■ What to do ■
If a line in the listing below includes the word "clone", pick it out.

====== Data

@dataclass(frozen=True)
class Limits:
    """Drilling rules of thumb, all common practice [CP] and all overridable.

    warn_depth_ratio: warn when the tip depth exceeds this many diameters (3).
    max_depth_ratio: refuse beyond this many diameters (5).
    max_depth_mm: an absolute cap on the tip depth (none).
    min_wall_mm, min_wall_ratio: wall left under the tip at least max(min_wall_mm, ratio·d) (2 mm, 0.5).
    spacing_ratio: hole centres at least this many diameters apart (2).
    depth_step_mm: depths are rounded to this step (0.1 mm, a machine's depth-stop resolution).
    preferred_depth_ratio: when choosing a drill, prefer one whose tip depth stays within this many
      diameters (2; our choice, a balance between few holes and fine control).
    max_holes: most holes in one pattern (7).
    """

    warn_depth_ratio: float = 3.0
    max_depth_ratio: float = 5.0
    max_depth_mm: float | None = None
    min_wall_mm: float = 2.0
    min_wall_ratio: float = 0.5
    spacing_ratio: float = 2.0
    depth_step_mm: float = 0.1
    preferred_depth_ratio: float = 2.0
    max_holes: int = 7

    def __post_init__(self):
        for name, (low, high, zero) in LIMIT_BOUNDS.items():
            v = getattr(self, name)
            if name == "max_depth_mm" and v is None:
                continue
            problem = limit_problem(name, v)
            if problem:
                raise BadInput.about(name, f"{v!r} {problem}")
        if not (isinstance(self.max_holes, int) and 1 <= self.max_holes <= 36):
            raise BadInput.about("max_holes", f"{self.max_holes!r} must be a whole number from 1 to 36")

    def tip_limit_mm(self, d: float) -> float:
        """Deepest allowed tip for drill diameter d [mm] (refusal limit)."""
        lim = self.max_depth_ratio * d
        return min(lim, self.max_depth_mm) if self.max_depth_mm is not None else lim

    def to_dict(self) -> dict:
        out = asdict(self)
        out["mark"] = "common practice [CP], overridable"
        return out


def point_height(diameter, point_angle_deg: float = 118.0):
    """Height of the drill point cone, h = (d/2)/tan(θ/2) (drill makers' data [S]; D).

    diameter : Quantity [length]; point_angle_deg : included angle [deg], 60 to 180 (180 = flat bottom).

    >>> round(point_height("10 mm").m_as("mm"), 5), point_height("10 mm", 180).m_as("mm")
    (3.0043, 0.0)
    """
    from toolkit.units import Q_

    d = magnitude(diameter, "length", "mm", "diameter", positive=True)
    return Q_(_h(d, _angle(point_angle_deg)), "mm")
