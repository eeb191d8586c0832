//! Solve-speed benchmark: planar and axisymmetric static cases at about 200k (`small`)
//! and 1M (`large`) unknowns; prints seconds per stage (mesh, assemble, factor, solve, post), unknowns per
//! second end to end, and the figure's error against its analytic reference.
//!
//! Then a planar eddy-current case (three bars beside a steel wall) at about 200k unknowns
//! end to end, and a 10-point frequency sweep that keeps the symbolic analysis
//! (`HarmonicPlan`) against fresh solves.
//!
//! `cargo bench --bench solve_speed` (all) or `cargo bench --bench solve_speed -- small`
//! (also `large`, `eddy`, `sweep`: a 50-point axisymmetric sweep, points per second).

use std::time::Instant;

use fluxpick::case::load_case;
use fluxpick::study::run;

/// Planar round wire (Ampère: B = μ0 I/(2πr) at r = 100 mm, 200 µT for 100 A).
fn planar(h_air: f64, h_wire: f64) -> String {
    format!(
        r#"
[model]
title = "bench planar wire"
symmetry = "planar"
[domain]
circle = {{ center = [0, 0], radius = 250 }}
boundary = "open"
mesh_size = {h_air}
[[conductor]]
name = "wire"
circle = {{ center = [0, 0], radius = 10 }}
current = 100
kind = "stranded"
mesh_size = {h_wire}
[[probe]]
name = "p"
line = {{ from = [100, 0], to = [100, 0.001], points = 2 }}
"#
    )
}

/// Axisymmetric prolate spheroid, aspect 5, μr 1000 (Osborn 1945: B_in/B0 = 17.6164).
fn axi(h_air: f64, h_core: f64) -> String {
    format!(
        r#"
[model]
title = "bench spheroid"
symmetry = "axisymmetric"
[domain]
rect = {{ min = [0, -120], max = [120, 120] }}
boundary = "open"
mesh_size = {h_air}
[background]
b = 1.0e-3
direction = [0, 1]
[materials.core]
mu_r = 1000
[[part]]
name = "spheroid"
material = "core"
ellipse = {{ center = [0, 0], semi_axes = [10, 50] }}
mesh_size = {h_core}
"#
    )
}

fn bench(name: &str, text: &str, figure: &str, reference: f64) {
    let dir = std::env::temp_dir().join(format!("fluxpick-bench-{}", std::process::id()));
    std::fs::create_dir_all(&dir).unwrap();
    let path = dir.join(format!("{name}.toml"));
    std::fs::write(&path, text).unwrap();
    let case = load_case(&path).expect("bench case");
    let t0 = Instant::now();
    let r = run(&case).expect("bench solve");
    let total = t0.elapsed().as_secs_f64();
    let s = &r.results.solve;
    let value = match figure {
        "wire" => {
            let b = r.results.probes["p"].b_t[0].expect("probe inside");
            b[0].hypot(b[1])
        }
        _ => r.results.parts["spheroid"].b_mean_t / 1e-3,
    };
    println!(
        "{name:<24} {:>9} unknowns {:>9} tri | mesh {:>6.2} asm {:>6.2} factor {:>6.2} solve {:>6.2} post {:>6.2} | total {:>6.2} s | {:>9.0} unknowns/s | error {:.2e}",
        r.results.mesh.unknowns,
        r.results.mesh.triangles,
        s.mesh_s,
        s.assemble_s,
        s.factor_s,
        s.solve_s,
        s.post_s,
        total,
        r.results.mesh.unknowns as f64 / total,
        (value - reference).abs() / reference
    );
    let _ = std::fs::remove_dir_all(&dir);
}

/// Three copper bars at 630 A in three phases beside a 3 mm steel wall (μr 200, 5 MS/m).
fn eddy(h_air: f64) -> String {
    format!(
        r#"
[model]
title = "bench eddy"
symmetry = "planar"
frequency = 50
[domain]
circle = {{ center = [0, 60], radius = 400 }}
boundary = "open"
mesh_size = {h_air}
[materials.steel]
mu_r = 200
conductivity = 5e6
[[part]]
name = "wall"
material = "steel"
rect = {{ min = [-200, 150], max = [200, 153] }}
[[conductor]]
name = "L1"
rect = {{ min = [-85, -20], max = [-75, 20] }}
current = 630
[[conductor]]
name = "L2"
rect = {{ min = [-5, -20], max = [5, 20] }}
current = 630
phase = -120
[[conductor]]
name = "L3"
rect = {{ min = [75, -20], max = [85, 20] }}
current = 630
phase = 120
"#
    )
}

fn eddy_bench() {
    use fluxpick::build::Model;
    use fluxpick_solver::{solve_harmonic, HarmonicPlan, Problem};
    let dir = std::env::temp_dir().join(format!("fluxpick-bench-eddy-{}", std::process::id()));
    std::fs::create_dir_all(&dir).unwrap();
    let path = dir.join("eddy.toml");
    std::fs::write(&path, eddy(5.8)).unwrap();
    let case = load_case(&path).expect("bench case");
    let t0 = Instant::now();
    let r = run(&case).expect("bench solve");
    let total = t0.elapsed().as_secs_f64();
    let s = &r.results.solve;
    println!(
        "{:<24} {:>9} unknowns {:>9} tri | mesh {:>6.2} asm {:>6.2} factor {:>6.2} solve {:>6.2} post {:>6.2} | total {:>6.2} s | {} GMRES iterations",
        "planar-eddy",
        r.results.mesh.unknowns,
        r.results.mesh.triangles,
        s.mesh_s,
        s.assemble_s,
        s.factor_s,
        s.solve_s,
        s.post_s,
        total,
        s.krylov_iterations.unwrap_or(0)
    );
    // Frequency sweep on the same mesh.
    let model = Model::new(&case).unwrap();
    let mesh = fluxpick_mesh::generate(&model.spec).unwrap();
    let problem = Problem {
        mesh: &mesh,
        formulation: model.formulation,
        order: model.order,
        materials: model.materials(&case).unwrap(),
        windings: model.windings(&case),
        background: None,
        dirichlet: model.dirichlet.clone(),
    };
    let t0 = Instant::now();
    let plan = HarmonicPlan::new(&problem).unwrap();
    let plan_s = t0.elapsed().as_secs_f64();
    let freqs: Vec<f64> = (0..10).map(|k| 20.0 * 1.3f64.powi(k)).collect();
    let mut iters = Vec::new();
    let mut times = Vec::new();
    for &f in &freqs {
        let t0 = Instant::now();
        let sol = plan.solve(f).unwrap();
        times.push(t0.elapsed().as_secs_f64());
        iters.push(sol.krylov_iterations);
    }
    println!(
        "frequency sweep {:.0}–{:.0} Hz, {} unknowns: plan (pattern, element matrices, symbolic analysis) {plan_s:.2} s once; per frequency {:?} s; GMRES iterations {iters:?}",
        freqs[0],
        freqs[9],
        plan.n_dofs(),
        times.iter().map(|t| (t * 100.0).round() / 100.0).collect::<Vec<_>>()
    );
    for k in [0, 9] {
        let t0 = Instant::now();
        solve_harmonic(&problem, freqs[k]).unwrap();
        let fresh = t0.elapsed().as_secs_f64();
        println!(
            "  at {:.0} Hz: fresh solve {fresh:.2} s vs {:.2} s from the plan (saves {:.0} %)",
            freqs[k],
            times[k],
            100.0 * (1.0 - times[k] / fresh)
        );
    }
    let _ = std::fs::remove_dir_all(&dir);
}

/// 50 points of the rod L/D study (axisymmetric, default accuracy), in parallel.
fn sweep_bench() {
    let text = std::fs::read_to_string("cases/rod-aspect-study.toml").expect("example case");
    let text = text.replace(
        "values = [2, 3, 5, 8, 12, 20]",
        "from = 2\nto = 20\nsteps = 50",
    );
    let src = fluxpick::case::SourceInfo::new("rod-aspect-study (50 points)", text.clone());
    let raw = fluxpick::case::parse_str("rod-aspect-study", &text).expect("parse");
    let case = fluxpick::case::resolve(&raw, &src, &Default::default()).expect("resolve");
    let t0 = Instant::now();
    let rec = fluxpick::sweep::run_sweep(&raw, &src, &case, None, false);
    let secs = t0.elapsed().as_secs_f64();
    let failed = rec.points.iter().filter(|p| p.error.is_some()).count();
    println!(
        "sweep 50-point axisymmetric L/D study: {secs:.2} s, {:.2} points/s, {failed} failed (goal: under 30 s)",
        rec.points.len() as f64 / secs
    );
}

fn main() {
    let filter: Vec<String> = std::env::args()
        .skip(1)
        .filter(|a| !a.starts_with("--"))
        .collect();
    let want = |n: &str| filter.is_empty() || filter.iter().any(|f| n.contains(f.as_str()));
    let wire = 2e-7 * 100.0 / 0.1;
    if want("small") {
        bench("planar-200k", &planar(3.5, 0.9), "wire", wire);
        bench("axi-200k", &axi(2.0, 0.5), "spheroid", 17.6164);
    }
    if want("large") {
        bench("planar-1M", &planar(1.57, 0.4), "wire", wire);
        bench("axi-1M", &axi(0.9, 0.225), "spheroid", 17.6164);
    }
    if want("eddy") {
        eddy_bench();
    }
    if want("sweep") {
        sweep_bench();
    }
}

============

■ Output of the exercise ■
        dirichlet: model.dirichlet.clone(),
    let src = fluxpick::case::SourceInfo::new("rod-aspect-study (50 points)", text.clone());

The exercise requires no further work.